Private Equity
Private Equity Investment
An investment in the share capital of a private company. (MCQ topic likely)
By acquiring shares (and thereby ownership rights in a company) the investor hopes to receive INCOME from the profits
generated by that company and to make a CAPITAL GAIN from the onward sale of those shares.
The private equity FUND and PROVIDER
So, what are a private equity fund and a private equity provider?
The private equity FUND is the pool of money that is to be invested.
The fund may come from a variety of sources, such as particular individuals or companies, or from
institutional investors like pension funds, banks and insurance companies.
Specialist funds are created whereby these investors agree, usually (primarily for tax reasons) in the UK
through the form of a limited partnership, to provide funds to be invested in particular types of private
companies.
In 2017, the Government created a new class of limited partnerships – private fund limited partnerships
– which are subject to a simplified regulatory regime, making them the most suitable vehicle for the
majority of modern transactions.
The private equity fund will usually have a statement as to the type of investments for which the fund may be
used.
The investment of the money within the fund will be made by a private equity PROVIDER (or Private Equity
House).
The private equity provider makes its profit by the successful investment of private equity funds (often
through the imposition of fees based on percentage profits of successful investment returns).

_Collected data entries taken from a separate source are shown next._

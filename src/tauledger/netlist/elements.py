"""What the places and keywords of an element card mean, by letter: R C L, G, X, and the devices with a model."""

from __future__ import annotations

import math
from collections.abc import Iterable, Iterator

from msgspec import Struct

from tauledger.circuit import fold
from tauledger.devices.family import Family
from tauledger.netlist.diagnostics import Site, nearest
from tauledger.netlist.items import Item, Setting, Value, Word, flattened
from tauledger.netlist.letters import PASSIVES
from tauledger.netlist.numbers import read_number
from tauledger.netlist.scopes import Scope, find, known_names, number_of

# The keyword for the value of a passive element, and the keywords without effect on operating point and AC.
VALUE_KEYWORD = {"R": "r", "C": "c", "L": "l"}
READ_PAST = {"R": frozenset({"noisy"}), "C": frozenset({"ic"}), "L": frozenset({"ic"})}
UNIT_WORD = {"R": "ohm", "C": "F", "L": "H"}
SHAPE = {
    "R": "R1 n+ n- value",
    "C": "C1 n+ n- value",
    "L": "L1 n+ n- value",
    "G": "G1 n+ n- nc+ nc- value",
    "X": "X1 node1 node2 .. name",
}


class Fields(Struct, frozen=True):
    """An element card by places and keywords: parentheses are blanks, the element's name left out."""

    name: Word
    places: tuple[Value, ...]
    settings: tuple[Setting, ...]


class PassiveCard(Struct, frozen=True):
    """R, C or L: nodes, value as on the card in SI units, and m."""

    nodes: tuple[Word, Word]
    value: float
    m: float


class TransconductanceCard(Struct, frozen=True):
    """G: output and control nodes, gain in S, and m."""

    nodes: tuple[Word, ...]
    gain: float
    m: float


class DeviceCard(Struct, frozen=True):
    """A device with a model: nodes, the model's name, parameters in SI units (flags are 1), and m."""

    nodes: tuple[Word, ...]
    model: Word
    parameters: tuple[tuple[str, float], ...]
    m: float


class InstanceCard(Struct, frozen=True):
    """X: nodes, the subcircuit's name, and the parameters given."""

    nodes: tuple[Word, ...]
    subcircuit: Word
    settings: tuple[Setting, ...]


def fields(site: Site, items: tuple[Item, ...]) -> Fields:
    """Sort the items of an element card; raises NetlistError for a keyword that is given twice."""
    head = items[0]
    if not isinstance(head, Word):
        raise site.fault(head, "an element begins with its name")
    places: list[Value] = []
    settings: dict[str, Setting] = {}
    for item in flattened(items[1:]):
        if isinstance(item, Setting):
            if fold(item.name.text) in settings:
                raise site.fault(item, f"{item.name.text} is given twice")
            settings[fold(item.name.text)] = item
        else:
            places.append(item)
    return Fields(head, tuple(places), tuple(settings.values()))


def nodes(site: Site, values: Iterable[Value]) -> Iterator[Word]:
    """Check that values can be names of nodes."""
    for value in values:
        if not isinstance(value, Word):
            raise site.fault(value, "the name of a node is expected here, not a formula")
        yield value


def passive(site: Site, card: Fields, letter: str, scope: Scope) -> PassiveCard:
    """Read R, C or L: two nodes and a value, or the value as r=, c= or l=."""
    word, keyword = PASSIVES[letter], VALUE_KEYWORD[letter]
    m = 1.0
    given: Value | None = None
    for setting in card.settings:
        name = fold(setting.name.text)
        if name == keyword:
            given = setting.value
        elif name == "m":
            m = multiplicity(site, setting, scope)
        elif name not in READ_PAST[letter]:
            raise _keyword_fault(site, setting, word, {keyword, "m", *READ_PAST[letter]})
    places = card.places
    if len(places) < 2 or (len(places) == 2 and given is None):
        missing = "the value is missing" if len(places) == 2 else f"a {word} has two nodes"
        raise site.fault(len(site.card.text), missing, f"write {SHAPE[letter]}")
    if len(places) > 2 and given is not None:
        raise site.fault(places[2], "the value is given twice", f"write {SHAPE[letter]}")
    if len(places) > 3:
        raise _too_many(site, places, letter, scope)
    value = places[2] if given is None else given
    if isinstance(value, Word) and read_number(value.text) is None and find(scope, fold(value.text)) is None:
        message = f"{value.text!r} is neither a number nor a parameter"
        hint = nearest(value.text, known_names(scope), otherwise=f"a {word} with a model is not supported yet")
        raise site.fault(value, message, hint)
    plus, minus = nodes(site, places[:2])
    return PassiveCard((plus, minus), _checked(site, value, number_of(site, value, scope), letter), m)


def impossible(letter: str, value: float) -> str:
    """Say why an R, C or L cannot have this value in SI units; empty where it can."""
    if value > 0.0 or (value == 0.0 and letter != "R"):
        return ""
    least = "greater than 0" if letter == "R" else "0 or more"
    return f"the value of a {PASSIVES[letter]} must be {least}, not {value:.6g} {UNIT_WORD[letter]}"


def _checked(site: Site, value: Value, number: float, letter: str) -> float:
    message = impossible(letter, number)
    if message:
        raise site.fault(value, message, "join the two nodes instead, or write 1m" if number == 0.0 else "")
    return number


def _too_many(site: Site, places: tuple[Value, ...], letter: str, scope: Scope) -> Exception:
    word = PASSIVES[letter]
    for extra in places[2:4]:
        if isinstance(extra, Word) and read_number(extra.text) is None and find(scope, fold(extra.text)) is None:
            return site.fault(
                extra, f"a {word} with a model is not supported by this version", f"write {SHAPE[letter]}"
            )
    return site.fault(places[3], f"a {word} has two nodes and one value", f"write {SHAPE[letter]}")


def transconductance(site: Site, card: Fields, scope: Scope) -> TransconductanceCard:
    """Read a linear G: output pair, control pair, gain."""
    m = 1.0
    for setting in card.settings:
        name = fold(setting.name.text)
        if name == "m":
            m = multiplicity(site, setting, scope)
        elif name in ("value", "vol", "cur", "table"):
            message = f"a controlled source with {setting.name.text}= is not supported by this version"
            raise site.fault(setting.name, message, f"write {SHAPE['G']}")
        else:
            raise _keyword_fault(site, setting, "voltage-controlled current source", {"m"})
    for place in card.places[2:]:
        if isinstance(place, Word) and fold(place.text) in ("poly", "value", "table", "laplace", "freq"):
            message = f"a controlled source with {place.text.upper()} is not supported by this version"
            raise site.fault(place, message, f"write {SHAPE['G']}")
    if len(card.places) < 5:
        message = "a voltage-controlled current source has four nodes and a gain"
        raise site.fault(len(site.card.text), message, f"write {SHAPE['G']}")
    if len(card.places) > 5:
        raise site.fault(card.places[5], "this is one too many", f"write {SHAPE['G']}")
    return TransconductanceCard(tuple(nodes(site, card.places[:4])), number_of(site, card.places[4], scope), m)


def device(site: Site, card: Fields, family: Family, models: frozenset[str], scope: Scope) -> DeviceCard:
    """Read a device with a model by its family's table. models: folded names that can be seen from here."""
    most = len(family.terminals)
    least = most - family.optional_terminals
    places = card.places
    where = next((k for k in range(least, min(most + 1, len(places))) if _is_name(places[k], models)), None)
    if where is None:
        raise _no_model(site, card, family, models, least)
    model = places[where]
    assert isinstance(model, Word)
    parameters: list[tuple[str, float]] = []
    m = 1.0
    for number, extra in enumerate(places[where + 1 :]):
        if isinstance(extra, Word) and fold(extra.text) == "off":
            parameters.append(("off", 1.0))
        elif _behind_initial_condition(site, extra, card.settings):
            continue
        elif number == 0 and "area" in family.instance_parameters:
            parameters.append(("area", _positive(site, extra, number_of(site, extra, scope), "area")))
        else:
            raise site.fault(extra, "this is one too many", "write name=value")
    for setting in card.settings:
        name = fold(setting.name.text)
        if name == "m":
            m = multiplicity(site, setting, scope)
        elif name == "ic" or (name.startswith("ic") and name in family.instance_parameters):
            continue
        elif name not in family.instance_parameters:
            raise _keyword_fault(site, setting, family.words, set(family.instance_parameters) | {"ic"})
        elif name in dict(parameters):
            raise site.fault(setting, f"{name} is given twice")
        else:
            value = number_of(site, setting.value, scope)
            if name.startswith("area"):
                _positive(site, setting.value, value, name)
            parameters.append((name, value))
    return DeviceCard(tuple(nodes(site, places[:where])), model, tuple(parameters), m)


def _is_name(value: Value, models: frozenset[str]) -> bool:
    return isinstance(value, Word) and fold(value.text) in models


def _no_model(site: Site, card: Fields, family: Family, models: frozenset[str], least: int) -> Exception:
    places = card.places
    shape = f"write {card.name.text} {' '.join(family.terminals[:least])} model"
    if len(places) <= least:
        message = f"a {family.words} has at least {least} nodes and a model"
        return site.fault(len(site.card.text), message, shape)
    beyond = next((place for place in places[len(family.terminals) + 1 :] if _is_name(place, models)), None)
    if beyond is not None:
        return site.fault(beyond, f"a {family.words} has at most {len(family.terminals)} nodes", shape)
    last = places[min(len(places), len(family.terminals) + 1) - 1]
    # A number in the last place is the area: the name before it was meant to be the model.
    if isinstance(last, Word) and read_number(last.text) is not None and len(places) > least + 1:
        last = places[min(len(places), len(family.terminals) + 1) - 2]
    if not isinstance(last, Word):
        return site.fault(last, "the name of a model is expected here", shape)
    return site.fault(last, f"no model is called {last.text!r}", nearest(last.text, models, otherwise=shape))


def _behind_initial_condition(site: Site, value: Value, settings: tuple[Setting, ...]) -> bool:
    """Say whether a value belongs to a list such as ic=0.7,5: only commas and values stand between."""
    before = [setting for setting in settings if setting.at < value.at]
    if not before or fold(before[-1].name.text) != "ic":
        return False
    between = site.card.text[before[-1].value.at : value.at]
    return between.rstrip().endswith(",")


def instance(site: Site, card: Fields) -> InstanceCard:
    """Read an X card: nodes, name of the subcircuit, parameters; `params:` may stand before them."""
    places = [place for place in card.places if not (isinstance(place, Word) and fold(place.text) == "params:")]
    if not places:
        raise site.fault(len(site.card.text), "the name of the subcircuit is missing", f"write {SHAPE['X']}")
    words = tuple(nodes(site, places))
    return InstanceCard(words[:-1], words[-1], card.settings)


def multiplicity(site: Site, setting: Setting, scope: Scope) -> float:
    """Read m=."""
    return _positive(site, setting.value, number_of(site, setting.value, scope), "m")


def _positive(site: Site, value: Value, number: float, what: str) -> float:
    if not (number > 0.0 and math.isfinite(number)):
        raise site.fault(value, f"{what} must be greater than 0, not {number:.6g}")
    return number


def _keyword_fault(site: Site, setting: Setting, words: str, known: set[str]) -> Exception:
    name = setting.name.text
    article = "an" if words[0] in "aeiou" else "a"
    hint = nearest(name, known, otherwise=f"known here: {', '.join(sorted(known))}")
    return site.fault(setting.name, f"{name}= on {article} {words} is not supported by this version", hint)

It is vital for the private equity provider to undertake successful investments since, if the funds it invests
do not generate acceptable returns, the investors are unlikely to put money into funds run by that
provider again.
A private equity provider will try to maximise profit for the investors whilst at the same time minimising
the risks of the investment in order to grow its own business successfully and develop a good reputation
in the private equity market.
The decision to INVEST
Before undertaking an investment, the private equity provider will usually follow an agreed internal procedure for the
approval of the investment.
As an acquisitions lawyer working on a private equity transaction, it is important to appreciate any requirements
there may be for such internal approvals before funds are placed, as this can have a significant impact on the
timetable of a proposed acquisition.
The internal procedure will usually involve the production of an investment paper which will then be
presented to an investment committee of the private equity provider.
This paper will set out the proposed structure for the transaction and the anticipated rate of return on
the investment.
Where the funds to be provided are for a buyout, an offer for the acquisition will be made on the basis of this
initial approval, and final approval of the investment committee may also be required when the detail of the
proposed acquisition has been agreed.
The investment of the funds will often be provided through particular corporate investment structures.